# 600 V controller for 3 phase asynchronous motors



## mr2 (Oct 12, 2009)

Hi

I am searching for a special kind of controller for 3 phase motors.
The difference between my request and normal BLDC-controller is that I do not need the PWM and sensing.

I have tried to google a hex-program that do not have the PWM included, but all is using PWM to regulate the speed of motors.

The only variable I need is the frequency that the circuit will operate on.

So if I program the microprosessor that the motor will go at 50 hz, the switching is done accordingly a BLDC, but without PWM and any sensing from motor.

Is there anyone that can help me with this?


----------



## steven4601 (Nov 11, 2010)

Hi MR2, Welcome to the forum.
What car are you going to convert?

I think I know what you want to do... May I take a guess?
You want to drive an AC motor with a fixed 50Hz frequency out of a square wave voltage?


----------



## mr2 (Oct 12, 2009)

steven4601 said:


> Hi MR2, Welcome to the forum.
> What car are you going to convert?
> 
> I think I know what you want to do... May I take a guess?
> You want to drive an AC motor with a fixed 50Hz frequency out of a square wave voltage?


The car is not yet decided. I have to first find out if it works on 3 phase motors first.
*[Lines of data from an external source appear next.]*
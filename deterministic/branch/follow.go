package branch

import (
	"context"
	"math"
)

// Limits of a step, in units of the ruler: about the relative change of the
// unknowns. firstStep to longestStep are the distance along the tangent; the angle
// between tangents at its ends is steered to goodAngle and refused beyond
// widestAngle, as is a correction of more than driftShare of the step.
const (
	firstStep    = 0.01
	shortestStep = 1e-9
	longestStep  = 0.2
	goodAngle    = 0.12
	widestAngle  = 0.4
	driftShare   = 0.3
	mostNewton   = 6
)

// segment is one step of a followed curve.
type segment struct {
	from, to *place
	length   float64 // of the step along from's tangent
}

// follower follows a curve step by step.
type follower struct {
	*corrector
	ruler *ruler
	turns []int // unknowns whose turning back must not be stepped over: the knobs
	most  int   // steps
}

// pathEnd says why following stopped.
type pathEnd uint8

const (
	pathStopped pathEnd = iota // visit said so
	pathStuck                  // no step short enough succeeds
	pathSpent                  // the most steps were made
	pathCancelled
)

// follow steps along the curve from a place until visit, called after each step,
// says stop. It gives the last place.
func (f *follower) follow(ctx context.Context, start *place, visit func(segment) bool) (*place, pathEnd) {
	p, h := start, firstStep
	for range f.most {
		if ctx.Err() != nil {
			return p, pathCancelled
		}
		s, ok := f.advance(p, h)
		if !ok {
			return p, pathStuck
		}
		if visit(s) {
			return s.to, pathStopped
		}
		angle := math.Acos(min(cosine(s.from, s.to), 1))
		h = min(s.length*min(max(goodAngle/angle, 0.5), 2), longestStep)
		p = s.to
	}
	return p, pathSpent
}

// advance makes one step of length h or, if that fails, of h/2, h/4, …
func (f *follower) advance(p *place, h float64) (segment, bool) {
	for ; h >= shortestStep; h /= 2 {
		if q, ok := f.reach(p, h); ok && f.smooth(p, q, h) {
			return segment{p, q, h}, true
		}
	}
	return segment{}, false
}

// reach gives the place where the plane at distance h across p's tangent meets
// the curve.
func (f *follower) reach(p *place, h float64) (*place, bool) {
	u := p.step(h)
	guess := append([]float64(nil), u...)
	steps, ok := f.correct(u, p.weight, p.tangent)
	if !ok || steps > mostNewton || distance(u, guess, p.weight) > driftShare*h {
		return nil, false
	}
	weight := f.ruler.weights(u)
	return f.at(u, weight, p.tangentIn(weight))
}

// smooth tells whether the step from p to q leaves nothing out: the tangents agree
// and no knob turns back twice in between.
func (f *follower) smooth(p, q *place, h float64) bool {
	if cosine(p, q) < math.Cos(widestAngle) {
		return false
	}
	for _, j := range f.turns {
		if h > 1e-4 && turnsTwice(p, q, j) {
			return false
		}
	}
	return true
}

// turnsTwice tells whether the cubic through both ends of a step, with their
// slopes, has two extrema of unknown j inside.
func turnsTwice(p, q *place, j int) bool {
	a, b := p.tangent[j]*p.weight[j], q.tangent[j]*q.weight[j]
	if a*b < 0 {
		return false
	}
	rise := q.u[j] - p.u[j]
	length := distance(q.u, p.u, p.weight)
	a, b = a*length, b*length
	if math.Abs(a)+math.Abs(b) == 0 {
		return false
	}
	// the slope along the step is a + 2(3·rise − 2a − b)s + 3(a + b − 2·rise)s²
	c1, c2 := 2*(3*rise-2*a-b), 3*(a+b-2*rise)
	if c2 == 0 {
		return false
	}
	s := -c1 / (2 * c2)
	if s <= 0 || s >= 1 {
		return false
	}
	return (a+c1*s+c2*s*s)*a < 0
}

// within gives the place at share s of the segment, 0 to 1.
func (f *follower) within(g segment, s float64) (*place, bool) {
	u := g.from.step(s * g.length)
	if _, ok := f.correct(u, g.from.weight, g.from.tangent); !ok {
		return nil, false
	}
	weight := f.ruler.weights(u)
	return f.at(u, weight, g.from.tangentIn(weight))
}

// share gives where u lies on the segment: 0 at its start, 1 at its end.
func (g segment) share(u []float64) float64 {
	sum := 0.0
	for j := range u {
		sum += g.from.tangent[j] * (u[j] - g.from.u[j]) / g.from.weight[j]
	}
	return sum / g.length
}

// holds tells whether u lies on the segment, give or take a tenth of its length.
func (g segment) holds(u []float64) bool {
	s := g.share(u)
	return s >= -0.1 && s <= 1.1 && distance(u, g.from.u, g.from.weight) <= 1.5*g.length
}

// zero finds the place on the segment where test changes sign, to rounding, by
// regula falsi with the Illinois rule (Dowell and Jarratt, BIT 11 (1971) 168);
// from and to are its values at the ends. false where a point in between cannot
// be had.
func (f *follower) zero(g segment, from, to float64, test func(*place) float64) (*place, bool) {
	low, high, side, last := 0.0, 1.0, 0, -1.0
	for range 100 {
		s := (low*to - high*from) / (to - from)
		p, ok := f.within(g, s)
		if !ok {
			return nil, false
		}
		v := test(p)
		switch {
		case math.IsNaN(v):
			return nil, false
		case v == 0, math.Abs(s-last) <= 1e-15:
			return p, true
		case (v > 0) == (to > 0):
			high, to = s, v
			if side == 1 {
				from /= 2
			}
			side = 1
		default:
			low, from = s, v
			if side == -1 {
				to /= 2
			}
			side = -1
		}
		last = s
	}
	return nil, false
}
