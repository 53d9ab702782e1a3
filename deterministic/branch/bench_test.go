package branch

import (
	"context"
	"testing"

	"holdfast/internal/zoo"
)

// All branches and windows of the latch with one knob.
func BenchmarkFollowLatch(b *testing.B) {
	n := zoo.Latch(100)
	k, err := NewKnob(n, "b", 0.2, 2)
	if err != nil {
		b.Fatal(err)
	}
	points := 0
	for b.Loop() {
		d, err := Follow(context.Background(), n, k, Options{})
		if err != nil {
			b.Fatal(err)
		}
		for _, c := range d.Branches {
			points += len(c.Points)
		}
	}
	b.ReportMetric(b.Elapsed().Seconds()/float64(b.N)*1e3, "ms/diagram")
	b.ReportMetric(float64(b.Elapsed().Nanoseconds())/float64(points), "ns/point")
}

// The fold curve of the latch in two knobs.
func BenchmarkFoldCurveLatch(b *testing.B) {
	n := zoo.Latch(100)
	first, err := NewKnob(n, "b", 0.2, 2)
	if err != nil {
		b.Fatal(err)
	}
	second, err := NewKnob(n, "leak", 0, 0.3)
	if err != nil {
		b.Fatal(err)
	}
	for b.Loop() {
		if _, err := FoldCurves(context.Background(), n, first, second, Options{}); err != nil {
			b.Fatal(err)
		}
	}
	b.ReportMetric(b.Elapsed().Seconds()/float64(b.N)*1e3, "ms/diagram")
}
It's a new invention I have. 
On 1 phase not so good motors I have achieved 59 % decrease of energy needed to do the same amount of work. 

Now I need to do a test on 3 phase high voltage asynchronous motors to see if it works there too.

But all BLDC controllers with its ATMEGA controller uses PWM to regulate speed. I am using just the frequency of cycles.

I am making a perfect sinusiodal drive of the motor without EMF.
But PWM destroys the effect.


----------



## steven4601 (Nov 11, 2010)

OK, you have a budget for the donor & conversion? Designing & building your own motor drive/ inverter soon ads up, possibly even more expensive.


Driving AC induction motors as traction drives requires control of the rotor current. This can today only be done by a concept named Field Oriented Control. This is a fancy word for rotor slip control. 

I do not think the stator & rotor would work together very well with square voltages. The current is likely very difficult to get sinus sodial at low rpm's. At Max power point & up where the torque would start to roll off as the maximum applied voltage is being applied may work with square waves. But I cannot imagen it to work for lower RPM's without PRM.

Since when did PWM go out of fashion? 
What is your background? Have you studied the common existing 3 phase ac drive principles?


----------



## mr2 (Oct 12, 2009)

steven4601 said:


> OK, you have a budget for the donor & conversion? Designing & building your own motor drive/ inverter soon ads up, possibly even more expensive.
> 
> 
> Driving AC induction motors as traction drives requires control of the rotor current. This can today only be done by a concept named Field Oriented Control. This is a fancy word for rotor slip control.
> ...


 The motor will ”see” a clean AC made without PWM. But not normal 3 phase, but like a BLDC driven motor. I know the motor will not notice any difference from normal PWM. There is no square voltages. Just perfect sinus.

I have only tried my invention on normal BLDC motors. Thats because I haven’t yet been able to find a program without PWM. I could use money on professionals, but if there is a easy way to remove the lines enabling PWM would be the best way. Then I will find out how effective my invention is.


----------



## steven4601 (Nov 11, 2010)

Quite mystical. 

You are not referring to resonant switched mode supplies/drives are you?
What college/uni background do you have?


----------



## mr2 (Oct 12, 2009)

steven4601 said:


> Quite mystical.
> 
> You are not referring to resonant switched mode supplies/drives are you?
> What college/uni background do you have?


Nothing like that. Just a new way of using energy.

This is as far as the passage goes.